Unlike DNA-based elements, retrotransposons rarely excise from the genome (Craig et al. 2002; Hua-Van et al. 2005) and tend to be fairly homogenously distributed, except for accumulation in some regions with extremely low recombination rates (Rizzon et al. 2002; but see Bartolomé et al. 2002). Recent analyses have also demonstrated that these elements are often fixed within populations in nonrecombining portions of the Drosophila genome (Bachtrog 2003; Bartolomé and Maside 2004; Maside et al. 2005). Bartolomé and Maside (2004) used a PCR-based approach to determine the population frequency of a number of TE insertions in regions of suppressed or free recombination. They found that elements in regions of high recombination segregated at low frequencies and tended to be young, whereas null recombination regions were enriched in old elements at high frequencies or fixation, including several retrotransposons. This is at least qualitatively consistent with a model of retrotransposons accumulating and becoming fixed in low recombination regions due to Muller's ratchet. However, this model would also predict accumulation of retrotransposons on the fourth chromosome; as discussed above, this is not the case. The presence of fixed TEs is nonetheless compatible with the ectopic exchange model, because neutral elements can drift to high frequencies and fixation in low recombination regions, given that these regions have small effective population sizes.
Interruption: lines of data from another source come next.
describe("two-stage-miller analysis", () => {
  it("PMOS input mirrors the NMOS one: the same figures with the rails and polarities swapped", () => {
    const mirror = (c: DeviceCard): DeviceCard => ({ ...c, polarity: c.polarity === "nmos" ? "pmos" : "nmos", vt0: volts(-c.vt0) });
    const st = example();
    const pst: TwoStageStage = { ...st, device: { ...st.device, card: mirror(nA) }, devices: Object.fromEntries(Object.entries(st.devices!).map(([k, d]) => [k, { ...d, card: mirror(d.card) }])) as never };
    const an = analyzeStage(st) as TwoStageAnalysis;
    const ap = analyzeStage(pst) as TwoStageAnalysis;
    expect(ap.polarity).toBe("pmos");
    expect(ap.nodes.out!).toBeCloseTo(-an.nodes.out!, 6);
    expect(ap.twoStage.gain).toBeCloseTo(an.twoStage.gain, 0);
    expect(ap.twoStage.commonModeRange.upper).toBeCloseTo(-an.twoStage.commonModeRange.lower, 9);
  });

  it("reports a systematic offset when (W/L)6/(W/L)4 ≠ 2·(W/L)7/(W/L)5, and the output then rails", () => {
    const a = analyzeStage(example({}, { sink: sized(28, nA) })) as TwoStageAnalysis;
    expect(a.twoStage.systematicBalance).toBeCloseTo((94 * 4.5) / (2 * 15 * 28), 12);
    expect(a.findings.find((f) => f.startsWith("Systematic offset"))).toMatch(/ratio 0\.50/);
    expect(a.metrics.checks.find((c) => c.name.startsWith("Systematic balance"))!.passed).toBe(false);
    expect(a.devices!.M7!.region).toBe("triode");
  });

  it("the deck carries Cc (behind Rz) and CL from the components; the AC deck carries the ones the analysis used, once", () => {
    const st = example({ rz: ohms(1e3) });
    const dc = stageCircuit(st, "a_").lines;
    expect(dc).toEqual(expect.arrayContaining(["Ra_Z a_o1 a_cz 1000", "Ca_C a_cz a_out 3e-12", "Ca_L a_out 0 1e-11"]));
    const c = inputForOutput(st);
    const centred = { ...st, components: { ...st.components, vid: c.vid, cc: undefined, rz: undefined } };
    const fa = analyzeFrequency(centred, c.analysis, { compensation: { targetPhaseMargin: 60 } });
    const ac = acCircuit(centred as never, c.analysis, fa, "a_").lines;
    const cc = ac.filter((l) => /^Ca_C /.test(l));
    expect(cc).toHaveLength(1);
    expect(cc[0]).toMatch(/^Ca_C a_o1 a_out /);
    expect(Number(cc[0]!.split(" ")[3]) / fa.twoStage!.cc).toBeCloseTo(1, 9);
    expect(ac.filter((l) => /^Ra_Z /.test(l))).toEqual([]);
    expect(ac.filter((l) => /^Ca_L /.test(l))).toHaveLength(1);
  });

  it("inputForOutput finds the input that centres the open-loop output", () => {
    const c = inputForOutput(example(), 0.5);
    expect(c.analysis.nodes.out!).toBeCloseTo(0.5, 3);
    expect(Math.abs(c.vid)).toBeLessThan(1e-3);
    expect(() => inputForOutput(example(), 3)).toThrow(InputError);
  });

  it("the DC transfer plot sweeps about the centring input: the output crosses its range, the first stage's output moves gently", () => {
    const st = example();
    const c = inputForOutput(st);
    const centred = { ...st, components: { ...st.components, vid: c.vid } };
    const plot = pairTransferPlot(centred, c.analysis, { points: 41 });
    const out = plot.figure.data.find((d) => d.meta?.role === "curve" && d.meta.node === "out")!.y as number[];
    const o1 = plot.figure.data.find((d) => d.meta?.role === "curve" && d.meta.node === "o1")!.y as number[];
    const scale = plot.axes.y.divisor;
    expect(out[0]! * scale).toBeGreaterThan(2);
    expect(out[out.length - 1]! * scale).toBeLessThan(-2);
    expect(Math.abs(o1[0]! - o1[o1.length - 1]!) * scale).toBeLessThan(0.5);
  });

  it("bad input: typed errors naming the value and where it came from", () => {
    expect(() => analyzeStage(example({ cc: farads(0) }))).toThrow(/Miller capacitor cc > 0/);
    expect(() => analyzeStage(example({ iref: amperes(-1e-6) }))).toThrow(InputError);
    expect(() => analyzeStage(example({}, { second: { card: { ...pA, lambda: perVolt(0) }, w: um(94), l: um(1) } }))).toThrow(/devices\.second\.card\.lambda/);
    expect(() => analyzeStage({ ...example(), devices: { load: sized(15, pA), tail: sized(4.5, nA), sink: sized(14, nA) } } as never)).toThrow(/devices\.second/);
    const st = example();
    const c = inputForOutput(st);
    const centred = { ...st, components: { ...st.components, vid: c.vid } };
    const noCl = { ...centred, components: { ...centred.components, cload: undefined } };
    expect(() => analyzeFrequency(noCl, c.analysis, {})).toThrow(/load capacitance CL > 0 F/);
    expect(() => analyzeFrequency(centred, c.analysis, { compensation: { cc: farads(-1e-12) } })).toThrow(/Miller capacitor Cc > 0 F/);
    expect(() => analyzeFrequency(centred, c.analysis, { compensation: { cc: farads(2e-12) } })).toThrow(/disagree/);
    const noCc = { ...centred, components: { ...centred.components, cc: undefined } };
    expect(() => analyzeFrequency(noCc, c.analysis, {})).toThrow(/target phase margin/);
    // With Rz = 0 the right-half-plane zero tracks GBW: 89° cannot be reached.
    expect(() => analyzeFrequency(noCc, c.analysis, { compensation: { targetPhaseMargin: 89 } })).toThrow(InfeasibleError);
    expect(() => analyzeFrequency(noCc, c.analysis, { compensation: { targetPhaseMargin: 95 } })).toThrow(/between 0° and 90°/);
    // The tail cannot supply the pair: the common mode so low that M5 leaves saturation.
    const low = { ...centred, components: { ...centred.components, vcm: volts(-1.8) } };
    expect(() => analyzeFrequency(low, analyzeStage(low), {})).toThrow(/tail cannot supply the pair/);
    // A compensation section on another topology.
    const pair = { topology: "diff-pair-mirror-load", device: sized(3, nA), devices: { load: sized(15, pA) }, components: { vcm: volts(0), itail: amperes(30e-6) }, supplies: { vdd: volts(2.5), vss: volts(-2.5) } };
    expect(() => analyzeFrequency(pair, analyzeStage(pair as never), { load: { capacitance: farads(1e-12) }, compensation: { cc: farads(1e-12) } })).toThrow(/only the two-stage-miller/);
  });

  it("nulling rules: Rz = 1/gm6 moves the zero to infinity; the cancel-pole rule puts it on the second pole", () => {
    const st = example();
    const c = inputForOutput(st);
    const centred = { ...st, components: { ...st.components, vid: c.vid } };
    const z = analyzeFrequency(centred, c.analysis, { compensation: { nulling: "cancel-zero" } }).twoStage!;
    expect(z.rz).toBeCloseTo(1 / c.analysis.devices!.M6!.smallSignal.gm, 6);
    expect(Math.abs(z.zero)).toBeGreaterThan(1e15);
    const p = analyzeFrequency(centred, c.analysis, { compensation: { nulling: "cancel-pole" } }).twoStage!;
    expect(p.zero).toBeLessThan(0);
    expect(-p.zero / p.secondPole).toBeCloseTo(1, 9);
    expect(p.phaseMargin!).toBeGreaterThan(z.phaseMargin! - 20);
    expect(() => analyzeFrequency(centred, c.analysis, { compensation: { rz: ohms(1e3), nulling: "cancel-zero" } })).toThrow(/not both/);
  });

  it("the Bode plot draws the hand response from the DC gain, marks the second pole and overlays ngspice", () => {
    const st = example();
    const c = inputForOutput(st);
    const fa = analyzeFrequency({ ...st, components: { ...st.components, vid: c.vid } }, c.analysis, {});
    const plot = bodePlot(fa, { from: 1e-2, to: 1e9 });
    const mag = plot.figure.data.find((d) => d.meta?.role === "magnitude")!;
    expect(10 ** ((mag.y as number[])[0]! / 20)).toBeCloseTo(Math.abs(c.analysis.twoStage.gain), -1);
    expect(plot.figure.data.some((d) => String(d.name).startsWith("f<sub>p2</sub>"))).toBe(true);
    // The overlay: ngspice 39 Level 1 .ac on the exported deck, its DC gain the nodal one.
    const sim = simulateFrequency({ ...st, components: { ...st.components, vid: c.vid } }, c.analysis, fa, { pointsPerDecade: 20, start: 1e-2, stop: 1e9 });
    const withSim = bodePlot(fa, { from: 1e-2, to: 1e9, simulated: sim });
    expect(withSim.figure.data.filter((d) => d.meta?.source === sim.source)).toHaveLength(2);
    expect(sim.magnitude[0]! / Math.abs(c.analysis.twoStage.gain)).toBeCloseTo(1, 3);
  }, 30_000);
});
DNA-based elements and retrotransposons show many differences in their respective intragenomic dynamics and distributions, and the causes of these differences remain unclear (Hua-Van et al. 2005). Here we have shown that a selective mechanism that has often been suggested to explain the prevalence of TEs in regions of suppressed recombination can probably be ruled out for DNA-based elements, because they exhibit appreciable rates of element excision. The limited population survey data for retrotransposons in Drosophila is consistent with our model, but screening of more insertions in multiple populations will be needed to test whether fixations are in fact more prevalent in low recombination regions. With the sequencing of more D. melanogaster strains, we should be able to better understand the population level processes underlying our genomic observations. Although we have identified some necessary conditions for TEs to build up through Muller's ratchet, determining conclusively which selective mechanisms are involved in causing TEs to accumulate in low recombination regions of the genome requires more experimental and theoretical analyses.